Because you want to be loved, you want the relationship to
work, you need your partner's approval... these are signs you
may be in a fused relationship... what seems like a secure and loving partnership
is one based on fear and other people's expectations.
Sometimes the
expectations are yours.
Often we grow up influenced by how our parents acted, and we
bring this into the new relationship.

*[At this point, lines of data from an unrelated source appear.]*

def test_factor_covariance_input_errors(factor_returns: pd.DataFrame) -> None:
    frame = factor_returns.iloc[:10].copy()
    with pytest.raises(InputError, match="factor_covariance: expected a DataFrame of dates × factors, got ndarray"):
        factor_covariance(frame.to_numpy())  # type: ignore[arg-type]
    nan = frame.copy()
    nan.iloc[2, 1] = np.nan
    with pytest.raises(InputError, match=r"factor_covariance: missing \(NaN\) values in columns: SMB"):
        factor_covariance(nan)
    inf = frame.copy()
    inf.iloc[2, 3] = np.inf
    with pytest.raises(InputError, match="factor_covariance: infinite values in columns: Mom"):
        factor_covariance(inf)
    text = frame.assign(HML=["x"] * 10)
    with pytest.raises(InputError, match="factor_covariance: non-numeric columns: HML"):
        factor_covariance(text)
    dup = frame.copy()
    dup.index = [frame.index[0]] + list(frame.index[:-1])
    with pytest.raises(InputError, match="factor_covariance: duplicate dates: "):
        factor_covariance(dup)
    unsorted = frame.iloc[[0, 2, 1, 3]]
    with pytest.raises(InputError, match=r"factor_covariance: dates must be increasing; 1949-02-01 comes after 1949-03-01"):
        factor_covariance(unsorted)
    mixed = frame.copy()
    mixed.index = ["a", 1] + list(range(2, 10))
    with pytest.raises(InputError, match="factor_covariance: dates of mixed types cannot be ordered"):
        factor_covariance(mixed)
    same = frame.copy()
    same.columns = ["MktRF", "MktRF", "HML", "Mom"]
    with pytest.raises(InputError, match="factor_covariance: duplicate factors: MktRF"):
        factor_covariance(same)
    with pytest.raises(InputError, match="need at least 2 dates of factor returns, got 1"):
        factor_covariance(frame.iloc[:1])
    with pytest.raises(InputError, match="factor_covariance: no factor columns"):
        factor_covariance(frame.iloc[:, :0])
    with pytest.raises(InputError, match="newey_west_lags must be below the number of periods 10, got 12"):
        factor_covariance(frame, CovarianceSettings(newey_west_lags=12))
    with pytest.raises(ScenarioError, match="settings must be a CovarianceSettings or None, got dict"):
        factor_covariance(frame, {"shrinkage": "ledoit_wolf"})  # type: ignore[arg-type]
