"""The desk's view of a rebalance, gathered for every writer: the desk figures before and after, the
warnings, the run's context (description, NAV and cash, model date and coverage), the limits on the final
book, the settings as rows, and the small text helpers the writers share (changes in pp, amounts).

Read duck-typed from the result, like :mod:`trimtab.report._content`.
"""

from __future__ import annotations

from collections.abc import Mapping
from typing import TYPE_CHECKING, Any

import numpy as np
import pandas as pd

from trimtab.attribution._desk_figures import DESK_FIGURES
from trimtab.report._alpha import alpha_context_line

if TYPE_CHECKING:
    from trimtab.attribution import RiskAttribution
    from trimtab.report._content import ReportContent

#: Trades no larger than this (a fraction of NAV) are solver noise and not counted as trades.
TRADE_TOLERANCE = 1e-8


def frame_or_none(value: Any) -> pd.DataFrame | None:
    """``value`` if it is a DataFrame, else None."""
    return value if isinstance(value, pd.DataFrame) else None


def plain_mapping(value: Any) -> dict[str, Any]:
    """A mapping with string keys (empty for anything else)."""
    return {str(k): v for k, v in value.items()} if isinstance(value, Mapping) else {}




#: How a desk figure is shown when its stored unit reads poorly (a cost of 0.000179 of NAV: 1.79 bp).
DISPLAY_UNITS = {"cost": "bp"}


def display_unit(key: Any, unit: str) -> str:
    """The unit a figure is shown in (:data:`DISPLAY_UNITS`, else its own)."""
    return DISPLAY_UNITS.get(str(key), unit)


def desk_table(subject: Any) -> pd.DataFrame | None:
    """The desk figures before and after with their change: index figure; label, unit, pre, post, change."""
    after = getattr(subject, "figures", None)
    if not isinstance(after, Mapping) or not after:
        return None
    before = getattr(subject, "figures_before", None)
    keys = [k for k in DESK_FIGURES if k in after]
    table = pd.DataFrame(
        {
            "label": [DESK_FIGURES[k][0] for k in keys],
            "unit": [DESK_FIGURES[k][1] for k in keys],
            "pre": [float(before.get(k, np.nan)) if isinstance(before, Mapping) else np.nan for k in keys],
            "post": [float(after[k]) for k in keys],
        },
        index=pd.Index(keys, name="figure"),
    )
    table["change"] = table["post"] - table["pre"]
    return table[table[["pre", "post"]].notna().any(axis=1)]


def warning_records(subject: Any) -> list[dict[str, Any]]:
    """The subject's warnings (or a list of warnings) as ``{"kind", "message", "details"}`` records
    (empty when it has none)."""
    items = subject if isinstance(subject, (list, tuple)) else getattr(subject, "warnings", None)
    if not isinstance(items, (list, tuple)):
        return []
    out = []
    for item in items:
        if hasattr(item, "as_dict"):
            out.append(item.as_dict())
        elif isinstance(item, Mapping):
            out.append({"kind": str(item.get("kind", "note")), "message": str(item.get("message", "")),
                        "details": dict(item.get("details", {}))})
    return out


def order_list(subject: Any, trades: pd.DataFrame | None) -> pd.DataFrame | None:
    """The subject's order list, else one made from its trade table: only the assets that trade,
    largest first, with side and the weight columns (and shares and notional when given)."""
    orders = frame_or_none(getattr(subject, "orders", None))
    if orders is not None or trades is None or "trade" not in trades.columns:
        return orders
    moved = trades[trades["trade"].astype(float).abs() > TRADE_TOLERANCE]
    frame = pd.DataFrame({"side": np.where(moved["trade"] > 0, "buy", "sell")}, index=moved.index)
    for column, source in (("shares", "shares"), ("notional", "notional")):
        if source in moved.columns:
            frame[column] = moved[source].abs()
    frame["weight_before"] = moved.get("initial_weight")
    frame["weight_after"] = moved.get("target_weight")
    frame["weight_change"] = moved["trade"]
    frame.index.name = "asset"
    return frame.iloc[np.argsort(-frame["weight_change"].abs().to_numpy(), kind="stable")]


def target_book(subject: Any, trades: pd.DataFrame | None) -> pd.DataFrame | None:
    """Every asset's weight before and after: the optimizer's columns, and with a trade list the orders
    as sent (``order_shares``, whole shares signed, 0 for no order) and ``weight_after_orders``, the
    rounded book the report's post-trade figures describe."""
    trade_list = getattr(subject, "trade_list", None)
    if trades is None or trade_list is None:
        return trades
    book = trades.copy()
    orders = trade_list.orders
    signed = orders["shares"].where(orders["side"] == "buy", -orders["shares"])
    book["order_shares"] = signed.reindex(book.index).fillna(0.0).to_numpy()
    book["weight_after_orders"] = trade_list.weights.reindex(book.index).to_numpy()
    return book


def rounding_info(trade_list: Any) -> dict[str, Any] | None:
    if trade_list is None:
        return None
    breached = trade_list.breached
    return {
        "nav": float(trade_list.nav),
        "cash_before": float(trade_list.cash_before),
        "cash_optimal": float(trade_list.cash_optimal),
        "cash_after": float(trade_list.cash_after),
        "buys": float(trade_list.buys),
        "sells": float(trade_list.sells),
        "costs": float(trade_list.costs),
        "cash_after_costs": float(trade_list.cash_after_costs),
        "min_cash": float(trade_list.min_cash),
        "one_lot": None if trade_list.one_lot is None else float(trade_list.one_lot),
        "fit_to_send": bool(trade_list.ok),
        "breached": breached[["name", "kind", "value", "lower", "upper", "tolerance", "excess"]].reset_index(drop=True),
        "largest_changes": trade_list.moves,
    }


def verdict_lines(content: ReportContent) -> list[str]:
    """Orders not fit to send: one line per limit the rounded book breaches beyond its tolerance
    (its value and excess); empty when the orders hold every limit."""
    r = content.rounding
    if r is None or r.get("fit_to_send", True):
        return []
    lines = ["ORDERS NOT FIT TO SEND: no book in whole lots holds every limit within its rounding tolerance. "
             "The orders are written for inspection only (trades_not_fit_to_send.csv)."]
    for row in r["breached"].itertuples():
        lines.append(f"{row.name}: {row.value:.6g} on the rounded book against {_bounds_text(row.lower, row.upper)}, "
                     f"{row.excess:.3g} beyond the tolerance {row.tolerance:.1g}")
    return lines


def _bounds_text(lower: float, upper: float) -> str:
    lo, hi = np.isfinite(lower), np.isfinite(upper)
    if lo and hi:
        return f"{lower:.6g}" if lower == upper else f"[{lower:.6g}, {upper:.6g}]"
    return f"at most {upper:.6g}" if hi else f"at least {lower:.6g}"


def cash_line(content: ReportContent) -> str | None:
    """Cash after trades and costs (the headline figure), with the identity it comes from."""
    r = content.rounding
    if r is None:
        return None
    residual = f"; fully invested: at most one lot ({cents(r['one_lot'])}) above that" if r.get("one_lot") is not None else ""
    return (f"Cash after trades and costs: {cents(r['cash_after_costs'])} = {cents(r['cash_before'])} before "
            f"− buys {cents(r['buys'])} + sells {cents(r['sells'])} − estimated costs {cents(r['costs'])} "
            f"(minimum {cents(r['min_cash'])}{residual}).")


def cents(value: Any) -> str:
    """A sum of money to the cent, with thousands separators."""
    try:
        return f"{float(value):,.2f}"
    except (TypeError, ValueError):
        return "n/a"


def run_context(subject: Any, post: RiskAttribution) -> dict[str, Any]:
    """Description, NAV and cash, and the model's date and coverage, for the report's opening lines."""
    out = dict(plain_mapping(getattr(subject, "context", None)))
    model = getattr(post, "model", None)
    provenance = plain_mapping(getattr(model, "provenance", None))
    window = provenance.get("window")
    if isinstance(window, (list, tuple)) and len(window) == 2:
        out.setdefault("model_as_of", str(window[1]))
        out.setdefault("model_window", [str(window[0]), str(window[1])])
    if model is not None:
        out.setdefault("model_assets", int(model.n_assets))
        out.setdefault("model_factors", int(model.n_factors))
    nav = getattr(subject, "nav", None)
    if nav is not None:
        out.setdefault("nav", float(nav))
    return out


def final_limits(subject: Any) -> pd.DataFrame | None:
    """Every limit on the final book: limit, kind, value, lower, upper, slack (to the nearer bound), ok.

    From the rounded book's verification when there is a trade list, else the optimizer's."""
    trade_list = getattr(subject, "trade_list", None)
    table = frame_or_none(getattr(trade_list, "verification", None)) if trade_list is not None else None
    if table is None:
        table = frame_or_none(getattr(subject, "verification", None))
    if table is None or not {"name", "kind", "value", "lower", "upper", "ok"} <= set(table.columns):
        return None
    table = table[~table["name"].isin(["weights_finite", "objective"])].copy()
    value = pd.to_numeric(table["value"], errors="coerce")
    lower = pd.to_numeric(table["lower"], errors="coerce")
    upper = pd.to_numeric(table["upper"], errors="coerce")
    slack = pd.concat([(upper - value), (value - lower)], axis=1).min(axis=1, skipna=True)
    out = pd.DataFrame({"kind": table["kind"], "value": value, "lower": lower, "upper": upper, "slack": slack,
                        "ok": table["ok"].astype(bool)})
    out.index = pd.Index(table["name"].astype(str), name="limit")
    return out


def context_lines(content: ReportContent) -> list[str]:
    """The report's opening lines: the scenario's description, the fund's NAV and cash, the model's
    date and coverage."""
    ctx = content.context
    lines = []
    if ctx.get("description"):
        lines.append(f"Scenario {ctx.get('scenario', '')}: {ctx['description']}".replace("Scenario : ", "Scenario: "))
    if ctx.get("nav") is not None:
        cash = ctx.get("cash")
        held = f"; cash {amount_text(cash)}" if cash is not None else ""
        source = " (Σ shares·price + cash)" if ctx.get("holdings_kind") == "shares" and ctx.get("nav_given") is False else ""
        lines.append(f"NAV {amount_text(ctx['nav'])}{source}{held}; weights are fractions of NAV")
    if ctx.get("model_assets") is not None:
        when = f", fitted to {ctx['model_as_of']}" if ctx.get("model_as_of") else ""
        cover = ""
        if ctx.get("holdings_coverage") is not None:
            cover = f"; {ctx['holdings_coverage']:.1%} of the held weight is in the model"
        lines.append(f"Risk model: {ctx['model_assets']:,} assets × {ctx.get('model_factors', '?')} factors{when}{cover}")
    return lines + alpha_context_line(content.alpha_source)


def rounding_lines(content: ReportContent) -> list[str]:
    """What rounding the trades to whole shares moved: cash left and the largest weight changes."""
    r = content.rounding
    if r is None:
        if content.orders is not None and not content.orders_in_shares:
            return ["The trade list is in weights (fractions of NAV): give the fund's NAV and prices for shares."]
        return []
    lines = [
        f"Trades rounded to whole shares (to the lot where a lot size is given), repaired lot by lot until every "
        f"limit holds within its rounding tolerance, and re-verified; the figures after the trades are those of the "
        f"rounded book.", *filter(None, [cash_line(content)]),
    ]
    moves = r["largest_changes"]
    if isinstance(moves, pd.DataFrame) and len(moves):
        shown = ", ".join(f"{asset} {1e4 * change:+.3g} bp" for asset, change in moves["change"].head(3).items())
        lines.append(f"Largest weight changes from rounding: {shown} of NAV.")
    return lines


def binding_assets_text(row: Mapping[str, Any] | pd.Series) -> str:
    """For a per-asset limit: ``1,183 assets: A, B, C and 1,178 more``; empty for other limits."""
    n: Any = row.get("n_binding")
    names = row.get("binding_assets")
    asset: Any = row.get("asset")
    if asset is None or (isinstance(asset, float) and np.isnan(asset)):
        return ""
    try:
        count = int(n)
    except (TypeError, ValueError):
        return ""
    listed = names if isinstance(names, str) and names else str(row.get("asset"))
    return f"{count:,} asset{'s' if count != 1 else ''}: {listed}"


def change_text(value: Any, unit: str) -> str:
    """A change in its unit, signed: fractions and percents as percentage points (``+0.40 pp``)."""
    from trimtab.attribution import format_figure

    try:
        number = float(value)
    except (TypeError, ValueError):
        return "n/a"
    if not np.isfinite(number):
        return "n/a"
    if abs(number) < 5e-7 and unit not in ("count", "amount"):
        return "0"  # below what the figures are shown to: rounding noise
    scaled = {"bp": (1e4, 2, "bp"), "fraction": (100.0, 2, "pp"), "percent": (1.0, 1, "pp")}.get(unit)
    if scaled is not None:
        factor, places, label = scaled
        # a small change keeps its sign and first digit (-0.004 pp), instead of rounding to a bare 0
        while places < 4 and round(abs(factor * number), places) == 0:
            places += 1
        text = f"{factor * number:+.{places}f} {label}"
    elif unit in ("count", "amount"):
        text = f"{number:+,.0f}"
    else:
        text = format_figure(number, unit)
        text = text if text.startswith("-") else "+" + text
    return "0" if text.lstrip("+-").replace("0", "").replace(".", "").strip() in ("pp", "") else text


def amount_text(value: Any) -> str:
    """A sum of money in the fund's currency, with thousands separators (no currency sign: the
    fund's currency is that of its NAV and prices)."""
    try:
        return f"{float(value):,.0f}"
    except (TypeError, ValueError):
        return "n/a"


def settings_rows(mapping: Mapping[str, Any], prefix: str = "") -> list[tuple[str, str]]:
    """A nested scenario mapping as (key path, value) rows: ``constraints.weight.max → 0.03``."""
    rows: list[tuple[str, str]] = []
    for key, value in mapping.items():
        path = f"{prefix}.{key}" if prefix else str(key)
        if isinstance(value, Mapping) and value:
            rows.extend(settings_rows(value, path))
        elif isinstance(value, list) and value and all(isinstance(v, Mapping) for v in value):
            for i, item in enumerate(value):
                rows.extend(settings_rows(item, f"{path}[{i}]"))
        else:
            rows.append((path, _setting_text(value)))
    return rows


def _setting_text(value: Any) -> str:
    if value is None:
        return "none"
    if isinstance(value, bool):
        return "yes" if value else "no"
    if isinstance(value, float):
        return f"{value:g}"
    if isinstance(value, (list, tuple)):
        return "[" + ", ".join(_setting_text(v) for v in value) + "]"
    if isinstance(value, Mapping):
        return "{}"
    return str(value)


def holdings_line(kind: str, nav: float | None, cash: float, nav_given: bool) -> str:
    """How a book's weights were found: given as weights, or shares·price over the NAV stated."""
    if kind != "shares" or nav is None:
        return "Holdings read as weights (fractions of NAV); NAV and cash play no part."
    found = "as given (--nav)" if nav_given else f"Σ shares·price + cash {cash:,.0f} (--cash)"
    return f"Holdings read as shares: weights = shares·price / NAV, NAV {nav:,.0f} = {found}."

So our
expectations are actually our parents
This is
referred to by Toby Bobes and Barbara Rothman as The
Crowded Bed*. What we bring to the relationship includes
our history, our parent's and grandparent's and
great-grandparent's history.
How well do you know your partner
One partner of a couple I was counselling (details are
disguised to give confidentiality) let it known in the first
session that had he known in the beginning his partner was a
believer in capital punishment he would never have hooked up
with her. They had been in a relationship for ten years.
The proposal
I put to them that they sit down regularly and talk about what
they believe in and what they want out of their relationship
resulted in each person saying that they thought it was
obvious simply because they were together for so long.
They stopped
coming to counselling after three sessions. I don't know
whether they gave up trying, separated or resolved their
issues. My guess is they either gave up trying to live
better together and continued arguing and feeling bad until
they separated. Resolving their issues seemed the least
expectant outcome.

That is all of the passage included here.